In an interview with CNN’s “State of the Union” show, on Sunday, Mark Meadows, the White House chief of staff, seemed to admit that the Trump Administration has largely given up on efforts to contain the virus’s spread. “We’re not going to control the pandemic,” Meadows told Jake Tapper. “We are going to control the fact that we get vaccines, therapeutics, and other mitigations.” When Tapper followed up and asked Meadows why we aren’t going to get control of the pandemic, he replied, “Because it is a contagious virus, just like the flu.”

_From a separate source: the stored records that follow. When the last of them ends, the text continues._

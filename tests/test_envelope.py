"""Sweeps, tolerance corners, Monte Carlo and inverse sizing (issue: the whole envelope)."""

import copy
import math
import warnings

import numpy as np
import pytest
from scipy import optimize, stats

from explorer import DEMO, DesignError, ModelValidityWarning, evaluate, load_design, replace_field
from explorer.options.bootstrap import evaluate_option as boot_eval
from explorer.sizing import size_bootstrap_resistor, size_capacitor, size_isolated_rating, size_pump_frequency
from explorer.sweep import margin_map, sweep
from explorer.tolerance import (Factors, apply_factors, clopper_pearson, corner_factors, monte_carlo,
                                sample_factors, worst_case)

BOOT = "bootstrap 220n"


def demo_with(**changes):
    d = copy.deepcopy(DEMO)
    for path, v in changes.items():
        node = d
        *head, last = path.split(".")
        for h in head:
            node = node[int(h)] if h.isdigit() else node[h]
        node[last] = v
    return load_design(d)


# ----------------------------------------------------------------------------- sweeps

# at 700 kHz switching the demo's 500 kHz pumps see fewer than two pump cycles per turn-on, which the
# pump model rightly flags (ModelValidityWarning); this test compares the sweep with point evaluations
@pytest.mark.filterwarnings("ignore::explorer.errors.ModelValidityWarning")
def test_sweep_equals_point_evaluate():
    d = load_design(DEMO)
    f = np.array([80e3, 250e3, 700e3])
    c = np.array([47e-9, 220e-9])
    s = sweep(d, {"bridge.f_sw": f, "options[0].c": c})
    for i in range(f.size):
        for j in range(c.size):
            ref = evaluate(replace_field(replace_field(d, "bridge.f_sw", f[i]), "options[0].c", c[j]))
            for r in ref.options:
                got = s.figures[r.label]
                assert got["rail_min"][i, j] == pytest.approx(r.v_rail.min, rel=1e-12)
                assert got["efficiency"][i, j] == pytest.approx(r.efficiency, rel=1e-12)
                if r.startup.t_uvlo is not None:
                    assert got["t_uvlo"][i, j] == pytest.approx(r.startup.t_uvlo, rel=1e-12)


def test_sweep_marks_invalid_points_and_rejects_bad_axes():
    d = load_design(DEMO)
    s = sweep(d, {"bridge.v_out": [12, 60]}, labels=[BOOT], figures=["rail_min"])
    assert np.isfinite(s.figures[BOOT]["rail_min"][0]) and np.isnan(s.figures[BOOT]["rail_min"][1])
    assert "bridge.v_out" in s.invalid[(1,)]
    with pytest.raises(DesignError, match="no such field"):
        sweep(d, {"bridge.nothing": [1, 2]})
    with pytest.raises(DesignError, match="figures"):
        sweep(d, {"bridge.f_sw": [1e5]}, figures=["nonsense"])


def _same_sweep(a, b):
    assert a.invalid == b.invalid
    assert a.warnings == b.warnings
    assert a.figures.keys() == b.figures.keys()
    for lab, figs in a.figures.items():
        for n, x in figs.items():
            assert np.array_equal(x, b.figures[lab][n], equal_nan=True), (lab, n)


@pytest.mark.parametrize("axes", [
    {"options[0].c": [100e-9, 220e-9, 470e-9], "options[1].c_fly.c": [47e-9, 100e-9]},
    {"bridge.v_out": [12.0, 60.0], "options[2].c_fly.c": [100e-9, 220e-9]},  # an invalid common field
    {"options[3].f_cp": [500e3, 1e6, 2e6]},
    {"bridge.f_sw": [200e3, 700e3], "options[1].c_fly.c": [47e-9, 100e-9]},  # warnings at 700 kHz
])
@pytest.mark.filterwarnings("ignore::explorer.errors.ModelValidityWarning")
def test_factorised_sweep_equals_one_evaluation_per_point(axes):
    # consistency of the two ways of running a grid (no outside source: the figures themselves are checked
    # against evaluate above and against outside sources in the model tests)
    d = load_design(DEMO)
    _same_sweep(sweep(d, axes), sweep(d, axes, factorise=False))
    _same_sweep(sweep(d, axes, labels=["pump 1:1"]), sweep(d, axes, labels=["pump 1:1"], factorise=False))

Also on Sunday, CBS News and the polling firm YouGov published new polls that show Joe Biden holding narrow leads over Trump in Florida and North Carolina, two states that the Trump campaign must win. Separately, a new survey of registered voters, conducted for the Dallas Morning News and the University of Texas at Tyler showed Biden running two points ahead of Trump in Texas, a state that last voted for a Democratic Presidential candidate in 1976. “Texas remains a tossup because of the public’s attitudes toward President Trump,” Mark Owens, a political scientist who directed the poll, told the paper. Among independent voters, Trump’s approval rating is just thirty per cent, and his disapproval rating is fifty-seven per cent, the poll showed.
This Dallas Morning News/University of Texas at Tyler survey is just one of many, of course, and it could turn out to be wrong. The forecasting models from FiveThirtyEight and The Economist both suggest that Trump is likely to carry Texas. But, taking the most recent polling as a whole, there is little sign of the big shift in critical states that Trump needs, and there is plentiful evidence that the pandemic is hurting him.

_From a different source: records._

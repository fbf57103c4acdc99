import { useState } from 'react';
import { useForm } from 'react-hook-form';
import { zodResolver } from '@hookform/resolvers/zod';
import { ROLES, inviteUserSchema, type InviteUserInput } from '@shared/schemas/auth.schema';
import { Button } from '@/components/ui/button';
import { FormError, SelectField, TextField, MESSAGES_AFTER_TOUCH } from '@/components/ui/field';
import { applyApiError } from '@/lib/form-errors';
import { formatDateTime } from '@/lib/format';
import { ROLE_LABELS } from '@/lib/permissions';
import { useInviteUser, type InvitationCreated } from '../api/invite-user';

/** Invites a person by e-mail; shows the link too, for when the e-mail is slow. */
export function InviteUserForm({ onClose }: { onClose?: () => void }) {
  const invite = useInviteUser();
  const [created, setCreated] = useState<InvitationCreated | null>(null);
  const [copied, setCopied] = useState(false);
  const {
    register,
    handleSubmit,
    setError,
    reset,
    formState: { errors, isSubmitting },
  } = useForm<InviteUserInput>({
    ...MESSAGES_AFTER_TOUCH,
    resolver: zodResolver(inviteUserSchema),
    defaultValues: { email: '', name: '', role: 'engineer' },
  });

  const onSubmit = handleSubmit(async (values) => {
    try {
      const result = await invite.mutateAsync(values);
      setCreated(result);
      setCopied(false);
      reset({ email: '', name: '', role: values.role });
    } catch (error) {
      applyApiError(error, setError, ['email', 'name', 'role']);
    }
  });

  const link = created ? new URL(created.link, window.location.origin).toString() : '';

  return (
    <div className="@container flex flex-col gap-4">
      <form onSubmit={onSubmit} noValidate className="flex flex-col gap-3">
        <fieldset disabled={isSubmitting} className="grid grid-cols-1 gap-3 @2xl:grid-cols-[1.2fr_1fr_11rem]">
          <TextField label="E-mail" type="email" autoComplete="off" error={errors.email?.message} {...register('email')} />
          <TextField label="Name" autoComplete="off" error={errors.name?.message} {...register('name')} />
          <SelectField label="Role" error={errors.role?.message} {...register('role')}>
            {ROLES.map((role) => (
              <option key={role} value={role}>
                {ROLE_LABELS[role]}
              </option>
            ))}
          </SelectField>
        </fieldset>
        <FormError message={errors.root?.server?.message} />
        <div className="flex gap-2">
          <Button type="submit" variant="primary" busy={isSubmitting}>
            Send invitation
          </Button>
          {onClose && (
            <Button onClick={onClose} disabled={isSubmitting}>
              {created ? 'Done' : 'Cancel'}
            </Button>
          )}
        </div>
      </form>
      {created && (
        <div role="status" className="rounded-xs border border-accent/30 bg-accent-soft/50 px-4 py-3 text-sm">
          <p className="text-ink">
            Invitation sent to <strong className="font-semibold">{created.invitation.email}</strong> as{' '}
            {ROLE_LABELS[created.invitation.role].toLowerCase()}. The link below works once, until{' '}
            <time dateTime={created.invitation.expiresAt}>{formatDateTime(created.invitation.expiresAt)}</time>.
          </p>
          <div className="mt-2 flex gap-2">
            <input
              readOnly
              value={link}
              aria-label="Invitation link"
              onFocus={(e) => e.currentTarget.select()}
              className="h-8 min-w-0 flex-1 rounded-xs border border-paper-line bg-paper-raised px-2 font-mono text-xs text-ink-soft"
            />
            <Button
              size="sm"
              className="h-8"
              onClick={async () => {
                try {
                  await navigator.clipboard.writeText(link);
                  setCopied(true);
                } catch {
                  setCopied(false);
                }
              }}
            >
              {copied ? 'Copied' : 'Copy'}
            </Button>
          </div>
        </div>
      )}
    </div>
  );
}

Consider North Carolina, which voted for Barack Obama in 2008 but went Republican in the past two Presidential elections. In 2016, Trump’s victory over Hillary Clinton was largely based on seniors, whom he carried by twenty-three points—sixty per cent to thirty-seven per cent—according to exit polls. Fast forward to today, and the new CBS News/YouGov poll indicates that Biden is leading Trump by two points—fifty to forty-eight—among likely voters aged sixty-five and over. That’s a huge swing.
Though it’s hard to say how much of this shift can be attributed to any one factor, the pandemic certainly seems to be playing a role. According to the same survey, Trump is trailing Biden among North Carolina seniors by seven points on the question of who would best handle the coronavirus outbreak. In response to other questions from the pollsters, more than half of seniors said that Trump is describing the pandemic as better than it really is, and, of these people, more than three-quarters said that he’s doing it because he “wants to ignore a real problem.”

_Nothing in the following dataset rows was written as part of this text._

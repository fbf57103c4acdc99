import { Link, Navigate, useNavigate, useSearchParams } from 'react-router-dom';
import { LoadingState } from '@/components/ui/states';
import { useSession } from '@/features/auth/api/get-session';
import { SignInForm } from '@/features/auth/components/sign-in-form';
import { AuthLayout } from './auth-layout';

// Only paths inside the app; never another site.
function safeNext(next: string | null): string {
  return next && next.startsWith('/') && !next.startsWith('//') ? next : '/projects';
}

export function SignInRoute() {
  const session = useSession();
  const navigate = useNavigate();
  const [params] = useSearchParams();
  const next = safeNext(params.get('next'));

  if (session.data?.user) return <Navigate to={next} replace />;

  return (
    <AuthLayout title="Sign in" lead="Use the e-mail address your firm’s admin invited.">
      {session.isPending ? <LoadingState /> : <SignInForm onSignedIn={() => navigate(next, { replace: true })} />}
      <p className="mt-4 text-sm text-ink-soft">
        <Link to="/forgot-password" className="font-medium text-accent hover:underline">
          Forgot password?
        </Link>
      </p>
    </AuthLayout>
  );
}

As Trump crisscrosses the country this week in an effort to rally his base and counteract Biden’s big advantage in paid media, he would love to change the subject—to Hunter Biden, the economy, immigration, anything but the pandemic. But nearly sixty million Americans have already voted, and the virus is still spreading rapidly. In a year defined by the coronavirus, it looks like the election may well be defined by it, too.